Maybe she doesn’t feel comfortable admitting that her father sexually abused her sister, let alone family friend molest her, treated her badly because he thought she wasn’t really his child, stole from her, or otherwise abused her. These are all real things that happen. Don’t be all faux outraged on behalf of the dad. Its quite common for people to abuse one child and pretend nothing is wrong to the world.

Surely if the reason for being nc was sexual abuse or any other of your suggestions he would not have been invited at all?!

PeapodMcgee · 05/07/2025 14:39

ExercicenformedeZ · 05/07/2025 14:35

If what you're implying is true, then it's largely on the OP for inviting her father in the first place.

Well yes, she says "Why did I just not let him come", seems to be torturing herself and has disappeared from the thread.

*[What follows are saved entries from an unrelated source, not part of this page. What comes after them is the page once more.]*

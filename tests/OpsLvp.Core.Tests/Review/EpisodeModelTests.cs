using OpsLvp.Core.Engine;
using OpsLvp.Core.Readings;
using OpsLvp.Core.Review;
using OpsLvp.Core.Tests.Engine;

namespace OpsLvp.Core.Tests.Review;

/// <summary>
/// Episode model and checklist performance on a small invented night at XDMO (TestProfiles.Standard: P1 due within
/// 10 min, P2 within 15 min, all values invented).
/// </summary>
public sealed class EpisodeModelTests
{
    private static readonly DateTimeOffset T0 = TestProfiles.T0;
    private static readonly ConditionSnapshot Snap = new(T0, 800, "RVR07T", 400, "CEIL1", false, true, TestProfiles.Standard().Thresholds);

    private static DateTimeOffset M(int minutes) => T0.AddMinutes(minutes);

    private static List<RecordedEvent> Night() =>
    [
        .. new EngineEvent[]
        {
            new PhaseTransition(M(5), Phase.Normal, Phase.Preparation, TransitionBy.Auto, null, "RVR 07 TDZ 800 m < 1000 m", Snap),
            new EpisodeStarted(M(5), "XDMO-EP1"),
            new ChecklistOpened(M(5), Phase.Preparation, ["P1", "P2"]),
            new ItemTicked(M(9), "P1", new ItemTick("a.invented", "airside", M(9), null)),
            new AlarmRaised(M(12), new Alarm("overdue:P2", AlarmKind.ItemOverdue, "P2 overdue (invented)", M(12))),
            new ItemTicked(M(25), "P2", new ItemTick("b.invented", "lighting", M(25), "late, invented")),
            new TransitionProposed(M(30), Phase.Preparation, Phase.Active, "RVR 07 TDZ 500 m < 550 m", Snap),
            new TransitionConfirmed(M(34), "dm.invented", Phase.Preparation, Phase.Active, M(30), null),
            new PhaseTransition(M(34), Phase.Preparation, Phase.Active, TransitionBy.Manual, "dm.invented", "confirmed", Snap, M(30)),
            new ManualActionApplied(M(40), "dm.invented", "sensor_out", "sensor RVR25T out of service", "lens icing (invented)"),
            new PhaseTransition(M(94), Phase.Active, Phase.Normal, TransitionBy.Auto, null, "RVR recovered", Snap),
            new EpisodeEnded(M(94), "XDMO-EP1", M(5), Phase.Active),
        }.Select(RecordedEvent.FromEvent),
    ];

    private static List<Reading> Readings() =>
    [
        new(M(0), "RVR07T", ReadingKind.Rvr, 1500),
        new(M(20), "RVR07T", ReadingKind.Rvr, 500),
        new(M(21), "RVR07M", ReadingKind.Rvr, 350),
        new(M(22), "RVR07M", ReadingKind.Rvr, 100, ReadingStatus.Failed),
        new(M(23), "CEIL1", ReadingKind.CloudBase, 300),
        new(M(24), "CEIL1", ReadingKind.VerticalVisibility, 200),
        new(M(100), "RVR07T", ReadingKind.Rvr, 50),
    ];

    [Fact]
    public void Episode_RunsFromStartedToEnded_WithDeepestPhaseAndCounts()
    {
        var e = Assert.Single(EpisodeModel.Build(Night(), Readings(), M(120)));

        Assert.Equal(("XDMO-EP1", M(5), (DateTimeOffset?)M(94), Phase.Active), (e.Id, e.Start, e.End, e.DeepestPhase));
        Assert.Equal((1, 1, 1, 2, 3), (e.Alarms, e.Confirmations, e.ManualActions, e.Ticks, e.Transitions.Count));
    }

    [Fact]
    public void Episode_LowestValues_CountOnlyOkReadingsInsideTheEpisode()
    {
        var e = EpisodeModel.Build(Night(), Readings(), M(120))[0];

        // 100 m is a failed reading and 50 m comes after the end: neither counts.
        Assert.Equal((350.0, "RVR07M"), (e.LowestRvrM!.Value, e.LowestRvrSensor!));
        // Vertical visibility counts as ceiling (profile default, docs/engine.md R5).
        Assert.Equal(200.0, e.LowestCeilingFt);
    }

    [Fact]
    public void Episode_PhaseIntervals_CoverStartToEnd()
    {
        var e = EpisodeModel.Build(Night(), Readings(), M(120))[0];

        Assert.Equal(
            [new PhaseSpan(Phase.Preparation, M(5), M(34)), new PhaseSpan(Phase.Active, M(34), M(94))],
            e.Phases);
        Assert.Equal(TimeSpan.FromMinutes(60), e.TimeIn(Phase.Active));
    }

    [Fact]
    public void Episode_StillRunning_HasNoEnd_AndItsLastIntervalRunsToNow()
    {
        var events = Night().Where(x => x.At < M(94)).ToList();

        var e = EpisodeModel.Build(events, Readings(), M(60))[0];

        Assert.Null(e.End);
        Assert.Equal(new PhaseSpan(Phase.Active, M(34), M(60)), e.Phases[^1]);
    }

    [Fact]
    public void Performance_PerItem_OpenedDoneByWhomAndLate()
    {
        var perf = ChecklistPerformance.Compute(Night(), TestProfiles.Standard(), M(5), M(94));

        var p1 = perf.Items.Single(i => i.ItemId == "P1");
        var p2 = perf.Items.Single(i => i.ItemId == "P2");
        // P1 due 10 min after opening, done after 4 min; P2 due after 15, done after 20 (TestProfiles, invented).
        Assert.Equal((M(5), M(15), (DateTimeOffset?)M(9), "a.invented", false, "done"), (p1.OpenedAt, p1.DueAt, p1.DoneAt, p1.DoneBy, p1.Late, p1.Outcome));
        Assert.Equal((M(20), "b.invented", true), (p2.DueAt, p2.DoneBy, p2.Late));
        Assert.Equal(TimeSpan.FromMinutes(20), p2.TimeToDone);
    }

    [Fact]
    public void Performance_PreparationToSafeguards_AndConditionToConfirmation()
    {
        var perf = ChecklistPerformance.Compute(Night(), TestProfiles.Standard(), M(5), M(94));

        Assert.Equal(M(5), perf.PreparationStart);
        Assert.Equal(M(25), perf.SafeguardsComplete);
        Assert.Equal(TimeSpan.FromMinutes(20), perf.PreparationToSafeguards);
        var c = Assert.Single(perf.Confirmations);
        Assert.Equal((Phase.Active, "confirmed", (TimeSpan?)TimeSpan.FromMinutes(4), "dm.invented"), (c.To, c.Outcome, c.Delay, c.ConfirmedBy));
        Assert.Equal(TimeSpan.FromMinutes(29), perf.TimeInPhase[Phase.Preparation]);
        Assert.Equal(TimeSpan.FromMinutes(60), perf.TimeInPhase[Phase.Active]);
    }

    [Fact]
    public void Performance_UntickedItem_IsNotDone_AndLateAtTheEnd()
    {
        var events = Night();
        events.Add(RecordedEvent.FromEvent(new ItemUnticked(M(26), "P2", "b.invented", "ticked by mistake (invented)", new ItemTick("b.invented", "lighting", M(25), null))));

        var perf = ChecklistPerformance.Compute(events, TestProfiles.Standard(), M(5), M(94));

        var p2 = perf.Items.Single(i => i.ItemId == "P2");
        Assert.Equal(((DateTimeOffset?)null, "open", true), (p2.DoneAt, p2.Outcome, p2.Late));
        Assert.Null(perf.SafeguardsComplete);
    }

    [Fact]
    public void RecordedCommands_ManualActionsAndTicks_BecomeActionRows()
    {
        var rows = RecordedCommands.FromEvents(Night());

        Assert.Equal(
            ["tick P1 airside", "tick P2 lighting", "confirm  ", "sensor_out RVR25T "],
            rows.Select(r => $"{r.Action} {r.Target} {r.Value}"));
        var commands = RecordedCommands.ToCommands(rows, "test");
        Assert.IsType<SetSensorService>(commands[3].Command);
        Assert.Equal("lens icing (invented)", ((SetSensorService)commands[3].Command).Reason);
    }

    [Theory]
    [InlineData(0)]
    [InlineData(5)]
    public void RecordedCommands_LightStep_ReplaysAsTheStepThatWasSet(int step)
    {
        // docs/engine.md R20: the what-if replays a duty manager's light step through the actions file; event from the engine itself
        var engine = new LvpEngine(TestProfiles.Standard());
        var applied = engine.Evaluate(engine.Initial(M(0)), [new SetLightStep("dm.invented", step, "lights checked (invented)")], M(1)).Events;
        var rows = RecordedCommands.FromEvents(applied.Select(RecordedEvent.FromEvent));
        var command = Assert.Single(RecordedCommands.ToCommands(rows, "test"));
        Assert.Equal(new SetLightStep("dm.invented", step, "lights checked (invented)"), command.Command);
        Assert.Equal(M(1), command.Time);
    }

    [Fact]
    public void RecordedCommands_NotApplicableAndSafeguardsOverride_ReplayAsTheyWereGiven()
    {
        // docs/engine.md R13: the what-if replays an override as "declare active, override" and a not-applicable mark
        List<RecordedEvent> events =
        [
            .. new EngineEvent[]
            {
                new ManualActionApplied(M(1), "dm.invented", "declare", "declared active (hold)", "fog (invented)"),
                new ManualActionApplied(M(1), "dm.invented", "override_safeguards", "active declared with safeguards open: P1, P2", "fog (invented)"),
                new ItemMarkedNotApplicable(M(2), "P2", "dm.invented", "no stop bars (invented)"),
            }.Select(RecordedEvent.FromEvent),
        ];
        var rows = RecordedCommands.FromEvents(events);
        Assert.Equal(["declare active override", "not_applicable P2 "], rows.Select(r => $"{r.Action} {r.Target} {r.Value}"));
        var commands = RecordedCommands.ToCommands(rows, "test");
        Assert.Equal("fog (invented)", Assert.IsType<DeclarePhase>(commands[0].Command).SafeguardsOverride);
        Assert.Equal("no stop bars (invented)", Assert.IsType<MarkNotApplicable>(commands[1].Command).Reason);
        var perf = ChecklistPerformance.Compute(
            [RecordedEvent.FromEvent(new ChecklistOpened(M(1), Phase.Preparation, ["P1", "P2"])), .. events],
            TestProfiles.Standard(), M(0), M(10));
        Assert.Equal(("not_applicable", (DateTimeOffset?)M(2)), (perf.Items.Single(i => i.ItemId == "P2").Outcome, perf.Items.Single(i => i.ItemId == "P2").DoneAt));
    }

    [Fact]
    public void RecordedEvent_NotAnEvent_SaysWhatIsMissing()
    {
        var ex = Assert.Throws<FormatException>(() => RecordedEvent.Parse("{\"time\":\"2026-12-01T03:00:00Z\"}"));
        Assert.Contains("'event'", ex.Message, StringComparison.Ordinal);
        Assert.Null(RecordedEvent.FromAudit(new OpsLvp.Core.Audit.AuditEntry(1, T0, "a", "sign_in", "{\"user\":\"x\"}", new string('0', 64), new string('0', 64))));
    }
}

Unresolved obligation and guilt most likely being the reason for his invite.

thepariscrimefiles · 05/07/2025 14:39

Poodlelove · 05/07/2025 11:43

I know , I am gutted.
She was a bit shocked but glad that she had people that moved him away and that he left and she was very happy all day , thank goodness.

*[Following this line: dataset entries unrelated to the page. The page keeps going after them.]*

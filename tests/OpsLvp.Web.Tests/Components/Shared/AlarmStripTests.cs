using Bunit;
using OpsLvp.Core.Engine;
using OpsLvp.Web.Commands;
using OpsLvp.Web.Components.Shared;
using OpsLvp.Web.Tests.Components.Testing;

namespace OpsLvp.Web.Tests.Components.Shared;

/// <summary>The alarm strip on every screen: listing, acknowledging (duty managers), and the wall's chime. Alarms are invented.</summary>
public sealed class AlarmStripTests : LiveComponentTest
{
    private static readonly Alarm Silent = new("sensor-silent:RVR07M", AlarmKind.SensorSilent, "sensor RVR07M silent past its maximum age", TestSnapshots.T0.AddMinutes(2));
    private static readonly Alarm Overdue = new("item-overdue:P1", AlarmKind.ItemOverdue, "item P1 (airside) overdue since 03:10", TestSnapshots.T0.AddMinutes(10));
    private static readonly Alarm AckedRvr = new("rvr-unknown", AlarmKind.GoverningRvrUnknown, "governing RVR unknown", TestSnapshots.T0.AddMinutes(1), "dana (invented)", TestSnapshots.T0.AddMinutes(3));

    private BunitJSModuleInterop SoundModule()
    {
        var module = JSInterop.SetupModule("/assets/alarm-sound.js");
        module.Setup<bool>("isMuted", _ => true).SetResult(false);
        module.Setup<bool>("watchSound", _ => true).SetResult(true);
        module.Setup<bool>("chime", _ => true).SetResult(true);
        module.SetupVoid("setMuted", _ => true).SetVoidResult();
        return module;
    }

    [Fact]
    public void ListsAlarms_UnacknowledgedFirst_WithWhoAcknowledged()
    {
        SignIn("kim (invented)", Roles.GroundStaff, "airside");
        Live.Set(TestSnapshots.Make(1, alarms: [AckedRvr, Overdue, Silent]));
        var cut = Render<AlarmStrip>();
        var rows = cut.FindAll("[data-testid=alarm]");
        Assert.Equal(["sensor-silent:RVR07M", "item-overdue:P1", "rvr-unknown"], rows.Select(r => r.GetAttribute("data-alarm-key")));
        Assert.Equal("ack dana (invented) 03:03Z", cut.Find("[data-testid=alarm-acked-by]").TextContent.Trim());
        Assert.Contains("has-unacked", cut.Find("[data-testid=alarm-strip]").ClassList);
    }

    [Fact]
    public void AFloodOfAlarms_IsCounted_AndListedInOneScrollableBox()
    {
        SignIn("kim (invented)", Roles.GroundStaff, "airside");
        var flood = Enumerable.Range(1, 12)
            .Select(i => new Alarm($"item-overdue:P{i}", AlarmKind.ItemOverdue, $"item P{i} (airside) overdue (invented)", TestSnapshots.T0.AddMinutes(i)))
            .Append(AckedRvr)
            .ToArray();
        Live.Set(TestSnapshots.Make(1, alarms: flood));
        var cut = Render<AlarmStrip>();

        Assert.Equal("13 alarms · 12 unacknowledged", cut.Find("[data-testid=alarm-count]").TextContent.Trim());
        Assert.Equal(13, cut.Find("[data-testid=alarm-list]").QuerySelectorAll("[data-testid=alarm]").Length);
    }

    [Fact]
    public void APendingTransitionAlarm_IsWordedFromTheVocabulary_WithoutAnAsciiArrow()
    {
        SignIn("kim (invented)", Roles.GroundStaff, "airside");
        var pending = new PendingTransition(Phase.Preparation, Phase.Active, TestSnapshots.T0.AddMinutes(1), "RVR 07 TDZ 500 m < 550 m",
            new ConditionSnapshot(TestSnapshots.T0.AddMinutes(1), 500, "RVR07T", null, null, false, true, TestSnapshots.Thresholds));
        var alarm = new Alarm("pending", AlarmKind.PendingTransition, "confirm preparation -> active: RVR 07 TDZ 500 m < 550 m", TestSnapshots.T0.AddMinutes(1));
        Live.Set(TestSnapshots.Make(1, alarms: [alarm], pending: pending));
        var cut = Render<AlarmStrip>();

        var text = cut.Find("[data-testid=alarm] .alarm-message").TextContent;
        Assert.Equal("confirm LVP preparation to LVP in force: RVR 07 TDZ 500 m < 550 m", text);
        Assert.DoesNotContain("->", cut.Markup, StringComparison.Ordinal);
    }

    [Fact]
    public void NoAlarms_SaysSo()
    {
        SignIn("lee (invented)", Roles.Viewer);
        Live.Set(TestSnapshots.Make(1));
        var cut = Render<AlarmStrip>();
        Assert.Equal("No alarms", cut.Find("[data-testid=alarm-none]").TextContent);
    }

    [Fact]
    public void DutyManager_GetsAnAcknowledgeButton_ThatSendsAcknowledgeAlarm()
    {
        SignIn("dana (invented)", Roles.DutyManager);
        Live.Set(TestSnapshots.Make(1, alarms: [Silent, AckedRvr]));
        var cut = Render<AlarmStrip>();
        var button = Assert.Single(cut.FindAll("[data-testid=alarm-ack]"));
        button.Click();
        var (caller, command) = Assert.Single(Commands.Calls);
        Assert.Equal("dana (invented)", caller.Name);
        Assert.Equal(new AcknowledgeAlarm("dana (invented)", "sensor-silent:RVR07M"), command);
    }

    [Theory]
    [InlineData(Roles.GroundStaff)]
    [InlineData(Roles.Viewer)]
    public void OthersSeeAlarms_ButNoAcknowledgeButton(string role)
    {
        SignIn("kim (invented)", role, "airside");
        Live.Set(TestSnapshots.Make(1, alarms: [Silent]));
        var cut = Render<AlarmStrip>();
        Assert.Single(cut.FindAll("[data-testid=alarm]"));
        Assert.Empty(cut.FindAll("[data-testid=alarm-ack]"));
    }

    [Fact]
    public async Task FollowsLiveSnapshots()
    {
        SignIn("lee (invented)", Roles.Viewer);
        Live.Set(TestSnapshots.Make(1));
        var cut = Render<AlarmStrip>();
        await cut.InvokeAsync(() => Live.PublishAsync(TestSnapshots.Make(2, alarms: [Overdue])));
        cut.WaitForAssertion(() => Assert.Equal("item-overdue:P1", cut.Find("[data-testid=alarm]").GetAttribute("data-alarm-key")));
    }

    [Fact]
    public async Task Audible_ChimesOncePerNewUnacknowledgedAlarm_NotForAcknowledgedOrRepeats()
    {
        SignIn("lee (invented)", Roles.Viewer);
        var module = SoundModule();
        Live.Set(TestSnapshots.Make(1, alarms: [AckedRvr]));
        var cut = Render<AlarmStrip>(p => p.Add(s => s.Audible, true).Add(s => s.ScreenKey, "wall"));
        cut.WaitForAssertion(() => Assert.Single(module.Invocations["isMuted"]));
        Assert.Empty(module.Invocations["chime"]);

        await cut.InvokeAsync(() => Live.PublishAsync(TestSnapshots.Make(2, alarms: [AckedRvr, Silent])));
        await cut.InvokeAsync(() => Live.PublishAsync(TestSnapshots.Make(3, alarms: [AckedRvr, Silent])));
        cut.WaitForAssertion(() => Assert.Single(module.Invocations["chime"]));

        // re-raised later under the same key: a new alarm
        await cut.InvokeAsync(() => Live.PublishAsync(TestSnapshots.Make(4, alarms: [Silent with { RaisedAt = Silent.RaisedAt.AddMinutes(5) }])));
        cut.WaitForAssertion(() => Assert.Equal(2, module.Invocations["chime"].Count));
        Assert.Equal("wall", module.Invocations["isMuted"][0].Arguments[0]);
    }

    [Fact]
    public async Task Muted_DoesNotChime_AndTheChoiceIsStoredForThisScreen()
    {
        SignIn("lee (invented)", Roles.Viewer);
        var module = SoundModule();
        Live.Set(TestSnapshots.Make(1));
        var cut = Render<AlarmStrip>(p => p.Add(s => s.Audible, true).Add(s => s.ScreenKey, "wall"));
        cut.WaitForAssertion(() => Assert.Single(module.Invocations["isMuted"]));

        cut.Find("[data-testid=alarm-mute]").Click();
        var stored = Assert.Single(module.Invocations["setMuted"]);
        Assert.Equal(["wall", true], stored.Arguments);
        Assert.Equal("Sound off", cut.Find("[data-testid=alarm-mute]").TextContent.Trim());

        await cut.InvokeAsync(() => Live.PublishAsync(TestSnapshots.Make(2, alarms: [Silent])));
        cut.WaitForAssertion(() => Assert.Single(cut.FindAll("[data-testid=alarm]")));
        Assert.Empty(module.Invocations["chime"]);
    }

    [Fact]
    public void NotAudible_LoadsNoSoundModule()
    {
        SignIn("lee (invented)", Roles.Viewer);
        Live.Set(TestSnapshots.Make(1, alarms: [Silent]));
        var cut = Render<AlarmStrip>();
        Assert.Empty(cut.FindAll("[data-testid=alarm-mute]"));
        Assert.Empty(JSInterop.Invocations["import"]);
    }

    [Fact]
    public async Task SignedOut_ShowsNoStripAndNoAlarms_EvenWhenAlarmsArrive()
    {
        // The layout is shared with /signin, /, /setup, /signout and the error pages (issue 12).
        SignedOut();
        Live.Set(TestSnapshots.Make(1, alarms: [Silent]));
        var cut = Render<AlarmStrip>();
        await cut.InvokeAsync(() => Live.PublishAsync(TestSnapshots.Make(2, alarms: [Silent, Overdue])));

        Assert.Empty(cut.FindAll("[data-testid=alarm-strip]"));
        Assert.DoesNotContain("RVR07M", cut.Markup, StringComparison.Ordinal);
    }

    [Fact]
    public void DisplayLink_SeesTheAlarms()
    {
        var auth = AddAuthorization();
        auth.SetAuthorized("display:ops-room (invented)");
        auth.SetClaims(new System.Security.Claims.Claim(Web.Access.AccessClaims.DisplayToken, "t1"));
        Live.Set(TestSnapshots.Make(1, alarms: [Silent]));

        var cut = Render<AlarmStrip>();

        Assert.Single(cut.FindAll("[data-testid=alarm]"));
    }
}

Did your son want to invite him or was it your suggestion?

Avidreader12 · 05/07/2025 14:43

Sister gets what she wanted, father man handled and warned in public treated like public enemy number 1 whilst OP wonders why it didn’t go better and posts on mumsnet for advice? strange one? Surely when OP mentions wedding to sister wouldn’t they talk how relations might be strained by sister not speaking to an invited guest family she’s refused contact for 20 years.

thepariscrimefiles · 05/07/2025 14:47

Avidreader12 · 05/07/2025 13:53

Your sister sounds over dramatic and baring a grudge asking other people to intervene when approached by someone she doesn’t speak to for over 20 years when all they were doing was waving hardly picking a fight. Total overreaction. Your sister should have not done this no wonder he felt unwelcome.

He was invited on the condition that he didn't approach OP's sister. He ignored that instruction.

He seems to have been invited out of a sense of obligation, not that anyone particularly wanted him there so him feeling unwelcome was probably appropriate.

HenDoNot · 05/07/2025 14:50

You describe your dad as “difficult”.

Even the stuff with your sister aside, he approached the bride and groom in the middle of their wedding day to whine to them that he felt out of place and unwanted. Who on earth ever thinks that’s appropriate?

If you were the one that pushed for him to be invited, then you owe everyone a huge apology.

ARainyNightInSoho · 05/07/2025 14:51

OP are you hungover? When I have had a lot to drink I often feel paranoid and ruminate on what I have said and done the night before. The day afterwards things are back in perspective. I hope that’s the case for you too,

MaggiesShadow · 05/07/2025 14:53

This was obviously unpleasant, but I think you're taking on too much here.

Do you feel guilty? Did you push for your father to attend? I'm just trying to understand why you feel so responsible for it.

Either way, he caused a bit of a kerfuffle but nothing too bad and I'm assuming everyone had fun when he went so all's well that ends well, really!